The prognosis for children with recurrent CD20+ non-Hodgkin's lymphoma is dismal. A radiolabeled anti-CD20 antibody, 90yttrium-ibritumomab-tiuxetan (90Y-IT), is Food and Drug Administration approved for adults with recurrent indolent CD20+ B cell-non-Hodgkin's lymphoma. There is no data on the safety and feasibility of 90Y-IT in refractory childhood CD20+ lymphoma.

Children and adolescents with refractory/relapsed CD20+ lymphoma were eligible for this phase I radioimmunotherapy study. Patients (n=5) received rituximab (250 mg/m2 i.v.) on days 0 and 7 and indium-111 ibritumomab-tiuxetan (5 mCi i.v.) on day 0. Dosimetry studies were done on days 0, 1, 3, and 6. Immediately after rituximab on day 7, patients received 90Y-IT if dosimetry studies showed<2000 cGy exposure to all solid organs and<300 cGy to marrow, as well as 0.4 mCi/kg in patients with good marrow reserve (n=3) and 0.1 mCi/kg in patients with poor marrow reserve (after bone marrow transplant; n=2).
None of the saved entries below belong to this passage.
"""Losses: none without a cause, leakage, absorption and radiation against closed forms and independent values."""
import math
import pathlib
import tempfile
import unittest

from drive import check, constant, rect, row, table
from index_answers import DB_PER_CM, k0_of, mode_of, points_of, slab_index
from test_index_rows import FINE, USUAL, segmented, with_below

REFERENCE = table('index')


def loss_of(extinction, wavelength_nm):
    """dB/cm of a wave with this imaginary part of its index."""
    return DB_PER_CM * k0_of(wavelength_nm) * extinction


def plain(layers, polarization, pitch=200):
    """A guide without segments, as a cell: (index, thickness µm) from below; the core is the last but one."""
    below, above = layers[0][0], layers[-1][0]
    core, width = layers[-2][0], 1000 * layers[-2][1]
    problem = row(pitch, pitch, width, polarization, tooth=core, around=above)
    at, shapes = -width / 2, []
    for number, (index, thickness) in reversed(list(enumerate(layers[1:-2]))):
        name = f'film{number}'
        problem['materials'][name] = constant(index)
        shapes.append({'stripe': {'fill': name, 'across': 'x', 'from_nm': at - 1000 * thickness, 'to_nm': at}})
        at -= 1000 * thickness
    problem['cell']['shapes'] = shapes + problem['cell']['shapes']
    return with_below(problem, below, at)


class Nothing(unittest.TestCase):
    """Guides that can't lose anything."""

    def test_lossless_guides_lose_nothing(self):
        for polarization in ('ey', 'hy'):
            for wavelength in (1450, 1550, 1700):
                mode = mode_of(segmented({'pitch': 200, 'duty': 0.5, 'polarization': polarization}), '--accuracy=1e-3',
                               wavelength_nm=wavelength)
                for name in ('loss_db_per_cm', 'absorption_db_per_cm', 'radiation_db_per_cm'):
                    self.assertEqual(mode[name]['value'], 0)
                # What the solver left in Im k is the bar.
                self.assertLess(mode['loss_db_per_cm']['uncertainty'], loss_of(1e-9, wavelength))
                self.assertEqual(mode['radiated'], [])

    def test_backwards_is_as_forwards(self):
        # Reciprocity: the cell seen from its other end has the same index, group index and loss, whatever its shape.
        shapes = [rect(70, 300, (-60, 20), 'tooth'), rect(120, 180, (45, -40), 'tooth')]
        for polarization in ('ey', 'hy'):
            for pitch, wavelength in ((280, 1550), (620, 1550)):
                found = []
                for sign in (1, -1):
                    problem = row(pitch, 1, 1, polarization, tooth=2.85)
                    scale = pitch / 280
                    problem['cell']['shapes'] = [
                        {'rect': {**s['rect'], 'length_nm': s['rect']['length_nm'] * scale,
                                  'at_nm': [sign * scale * s['rect']['at_nm'][0], s['rect']['at_nm'][1]]}}
                        for s in shapes]
                    problem['materials']['tooth'] = {'constant': {'index': 2.85, 'extinction': 1e-4}}
                    found.append(mode_of(problem, '--accuracy=1e-4', wavelength_nm=wavelength))
                ahead, back = found
                for name, part in (('bloch_index', 1e-9), ('group_index', 1e-8), ('loss_db_per_cm', 1e-7)):
                    with self.subTest(name, polarization=polarization, pitch=pitch):
                        self.assertAlmostEqual(ahead[name]['value'], back[name]['value'],
                                               delta=part * abs(ahead[name]['value']))
                self.assertGreater(ahead['loss_db_per_cm']['value'], 0)

    def test_no_mode_is_said_to_be_none(self):
        # A trench guides nothing; nor does a slab between two media below its cut-off, which lies where
        # k0 w (n² - n_s²)^½ = atan(a^½), a = (n_s² - n_c²)/(n² - n_s²) (times (n/n_c)⁴ for hy).
        n, s, c = 1.5, 1.444, 1.0
        across = k0_of(1550) * math.sqrt(n**2 - s**2)
        for polarization in ('ey', 'hy'):
            a = (s**2 - c**2) / (n**2 - s**2) * ((n / c)**4 if polarization == 'hy' else 1)
            cut_off = math.atan(math.sqrt(a)) / across
            for width in (0.7 * cut_off, 0.95 * cut_off):
                [point] = points_of(plain([(s, 0), (n, width), (c, 0)], polarization), USUAL, wavelength_nm=1550)
                self.assertEqual(point['modes'], [])
                self.assertIn('no Bloch mode', point['note'])
            # Just above it there is one, which reaches far out.
            layers = [(s, 0), (n, 1.25 * cut_off), (c, 0)]
            mode = mode_of(plain(layers, polarization), '--accuracy=1e-4', wavelength_nm=1550)
            exact = slab_index(layers, 1550, polarization, s + 0.003)
            check(self, 'above cut-off', mode['bloch_index'], exact.real, 1e-6)
            [point] = points_of(row(200, 100, 300, polarization, tooth=1.0), USUAL, wavelength_nm=1550)
            self.assertEqual(point['modes'], [])
            self.assertIn('no Bloch mode', point['note'])


class Leaking(unittest.TestCase):
    def test_segmented_above_silicon(self):
        for case in REFERENCE['leaking']:
            with self.subTest(**case):
                problem = with_below(segmented({'pitch': 200, **case}), 3.476, -110 - case['oxide'])
                mode = mode_of(problem, USUAL, wavelength_nm=1550)
                tolerance = REFERENCE['leaking_tolerance'][case['polarization']]
                self.assertAlmostEqual(mode['loss_db_per_cm']['value'], case['loss'],
                                       delta=tolerance * case['loss'] + case['digits'])
                # Downwards, along the mode itself: no order of the grating.
                [order] = mode['radiated']
                self.assertEqual((order['order'], order['side']), (0, 'low'))
                self.assertAlmostEqual(math.sin(math.radians(order['angle_deg'])),
                                       mode['bloch_index']['value'] / 3.476, delta=1e-9)
                self.assertEqual(mode['regime'], 'subwavelength')

    def test_slab_above_silicon(self):
        # Without segments: the complex root of the films' own equation.
        for polarization, guess in (('ey', 1.743), ('hy', 1.64)):
            for oxide in (0.7, 1.0, 1.5):
                with self.subTest(polarization=polarization, oxide=oxide):
                    layers = [(3.476, 0), (1.444, oxide), (1.996, 0.4), (1.444, 0)]
                    exact = slab_index(layers, 1550, polarization, guess)
                    self.assertGreater(exact.imag, 0)
                    mode = mode_of(plain(layers, polarization), USUAL, wavelength_nm=1550)
                    check(self, 'index', mode['bloch_index'], exact.real, 1e-6)
                    check(self, 'loss', mode['loss_db_per_cm'], loss_of(exact.imag, 1550), 1e-3)
                    self.assertEqual(mode['radiation_db_per_cm'], mode['loss_db_per_cm'])
                    self.assertEqual(mode['absorption_db_per_cm']['value'], 0)


class Absorbing(unittest.TestCase):
    """An extinction κ in a medium of index n adds the power loss 2 k0 κ ∂n_B/∂n, to first order."""
    EXTINCTION, STEP = 1e-5, 5e-3

    def check_medium(self, polarization, medium, material):
        def problem(change, lossy=None):
            index = {'tooth': 3.476, 'around': 1.444}
            index[medium] += change
            made = row(200, 100, 220, polarization, **index)
            if lossy:
                made['materials'][medium] = lossy
            return made

        up, down = (mode_of(problem(sign * self.STEP), FINE, wavelength_nm=1550)['bloch_index']['value']
                    for sign in (1, -1))
        expected = loss_of(self.EXTINCTION * (up - down) / (2 * self.STEP), 1550)
        mode = mode_of(problem(0, material), FINE, wavelength_nm=1550)
        for name in ('loss_db_per_cm', 'absorption_db_per_cm'):
            self.assertAlmostEqual(mode[name]['value'], expected, delta=2e-4 * expected)
        self.assertEqual(mode['radiation_db_per_cm']['value'], 0)

    def test_extinction_of_a_constant(self):
        for polarization in ('ey', 'hy'):
            for medium, index in (('tooth', 3.476), ('around', 1.444)):
                with self.subTest(polarization=polarization, medium=medium):
                    self.check_medium(polarization, medium,
                                      {'constant': {'index': index, 'extinction': self.EXTINCTION}})

    def test_extinction_of_a_table(self):
        with tempfile.TemporaryDirectory() as folder:
            path = pathlib.Path(folder) / 'lossy.csv'
            lines = ['wavelength_nm,n,k', *(f'{w},3.476,{self.EXTINCTION}' for w in (1400, 1500, 1600, 1700))]
            path.write_text('\n'.join(lines) + '\n')
            self.check_medium('hy', 'tooth', {'table': {'csv': str(path)}})

    def test_all_media_alike(self):
        # Extinction in proportion to the index, ε → ε (1 + 2iδ), is a complex frequency k0 (1 + iδ): the loss is
        # 2 k0 δ n_g, by the group index. Exact to first order in δ.
        delta = 1e-6
        for polarization in ('ey', 'hy'):
            problem = row(200, 100, 220, polarization)
            problem['materials'] = {name: {'constant': {'index': index, 'extinction': index * delta}}
                                    for name, index in (('tooth', 3.476), ('around', 1.444))}
            mode = mode_of(problem, FINE, wavelength_nm=1550)
            expected = loss_of(delta * mode['group_index']['value'], 1550)
            self.assertAlmostEqual(mode['loss_db_per_cm']['value'], expected, delta=2e-5 * expected)


class Radiating(unittest.TestCase):
    def check_orders(self, mode, pitch, wavelength, side_index):
        """Angles by the grating equation, and shares that make up the whole."""
        index = mode['bloch_index']['value']
        self.assertGreater(len(mode['radiated']), 0)
        for order in mode['radiated']:
            sine = (index + order['order'] * wavelength / pitch) / side_index[order['side']]
            self.assertAlmostEqual(math.sin(math.radians(order['angle_deg'])), sine, delta=1e-9)
        expected = {(m, side) for side, n in side_index.items() for m in range(-9, 10)
                    if abs(index + m * wavelength / pitch) < n}
        self.assertEqual({(o['order'], o['side']) for o in mode['radiated']}, expected)
        self.assertAlmostEqual(sum(o['share'] for o in mode['radiated']), 1, delta=1e-9)
        upward = sum(o['share'] for o in mode['radiated'] if o['side'] == 'high')
        # Shares by harmonics on a line, the whole by the flux through it: on different sums.
        self.assertAlmostEqual(mode['upward_share']['value'], upward, delta=1e-2)

    def test_symmetric_row(self):
        case = REFERENCE['radiating']
        for at in case['at']:
            with self.subTest(wavelength=at['wavelength']):
                mode = mode_of(row(**case['row']), USUAL, wavelength_nm=at['wavelength'])
                check(self, 'index', mode['bloch_index'], at['index'], case['tolerance']['index'])
                check(self, 'loss', mode['loss_db_per_cm'], loss_of(at['extinction'], at['wavelength']),
                      case['tolerance']['extinction'])
                self.assertEqual(mode['regime'], 'radiating')
                self.assertAlmostEqual(mode['upward_share']['value'], 0.5, delta=1e-6)
                self.check_orders(mode, 550, at['wavelength'], {'low': 1.444, 'high': 1.444})

    def test_row_between_two_media(self):
        # Air above, oxide below; some orders leave into one side only.
        for case in ({'pitch': 580, 'length': 290, 'width': 500, 'polarization': 'hy', 'tooth': 2.85, 'around': 1.0},
                     {'pitch': 640, 'length': 384, 'width': 700, 'polarization': 'ey', 'tooth': 2.0, 'around': 1.2}):
            with self.subTest(**case):
                problem = with_below(row(**case), 1.444, -case['width'] / 2)
                mode = mode_of(problem, '--accuracy=1e-4', wavelength_nm=1550)
                self.assertEqual(mode['regime'], 'radiating')
                self.check_orders(mode, case['pitch'], 1550, {'low': 1.444, 'high': case['around']})


if __name__ == '__main__':
    unittest.main()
No patients experienced nonhematologic or hematologic dose-limiting toxicity. Human antimurine antibody/human antichimeric antibody incidence was 0%. One patient experienced grade II infusion-related chills associated with rituximab. The following are the means of organ radiation exposure (cGy): kidneys 341 (112-515), liver 345 (83-798), lungs 309 (155-519), marrow 46 (20-78), spleen 565 (161-816), and total body 42 (14-68).

Based on these findings, an expanded investigator-initiated limited institutional phase II study has been designed to further evaluate the safety, tolerability, and response rate with 90Y-IT dose stratification based on marrow reserve.